::: Record excerpts

def test_problems_through_the_engine_never_raise(tmp_path):
    (tmp_path / "empty.jsonl").write_bytes(b"")
    (tmp_path / "noise.parquet").write_bytes(b"PAR1 but nothing else")
    whole = gzip.compress(b'{"n": 1}\n' * 1000)
    (tmp_path / "cut.jsonl.gz").write_bytes(whole[:-20])
    report = run(tmp_path, only=("unreadable-shard",))
    got = sorted((f.uri.rsplit("/", 1)[1], f.kind, f.level.name) for f in report.findings)
    assert got == [("cut.jsonl.gz", "unreadable", "error"), ("empty.jsonl", "empty", "warning"),
                   ("noise.parquet", "unreadable", "error")]


def test_a_byte_order_mark_does_not_cost_the_first_record(tmp_path):
    # The stdlib reference: json.loads(data.decode("utf-8-sig")) reads the first line of a file that starts with
    # a UTF-8 byte-order mark (RFC 8259 §8.1 lets parsers ignore it); so must the reader.
    path = tmp_path / "bom.jsonl"
    path.write_bytes(b"\xef\xbb\xbf" + b'{"text": "first"}\n{"text": "second"}\n')
    expected = [json.loads(line) for line in path.read_bytes().decode("utf-8-sig").splitlines()]
    shard = discover([str(path)])[0]
    with open_shard(shard) as reader:
        got = [b for b in reader]
    assert [p.kind for b in got for p in b.problems] == []
    assert [row for b in got for row in b.table.to_pylist()] == expected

::::::

• What you need to do: Every record above needs to be restated exactly.

• Expected answer:
def test_problems_through_the_engine_never_raise(tmp_path):
    (tmp_path / "empty.jsonl").write_bytes(b"")
    (tmp_path / "noise.parquet").write_bytes(b"PAR1 but nothing else")
    whole = gzip.compress(b'{"n": 1}\n' * 1000)
    (tmp_path / "cut.jsonl.gz").write_bytes(whole[:-20])
    report = run(tmp_path, only=("unreadable-shard",))
    got = sorted((f.uri.rsplit("/", 1)[1], f.kind, f.level.name) for f in report.findings)
    assert got == [("cut.jsonl.gz", "unreadable", "error"), ("empty.jsonl", "empty", "warning"),
                   ("noise.parquet", "unreadable", "error")]


def test_a_byte_order_mark_does_not_cost_the_first_record(tmp_path):
    # The stdlib reference: json.loads(data.decode("utf-8-sig")) reads the first line of a file that starts with
    # a UTF-8 byte-order mark (RFC 8259 §8.1 lets parsers ignore it); so must the reader.
    path = tmp_path / "bom.jsonl"
    path.write_bytes(b"\xef\xbb\xbf" + b'{"text": "first"}\n{"text": "second"}\n')
    expected = [json.loads(line) for line in path.read_bytes().decode("utf-8-sig").splitlines()]
    shard = discover([str(path)])[0]
    with open_shard(shard) as reader:
        got = [b for b in reader]
    assert [p.kind for b in got for p in b.problems] == []
    assert [row for b in got for row in b.table.to_pylist()] == expected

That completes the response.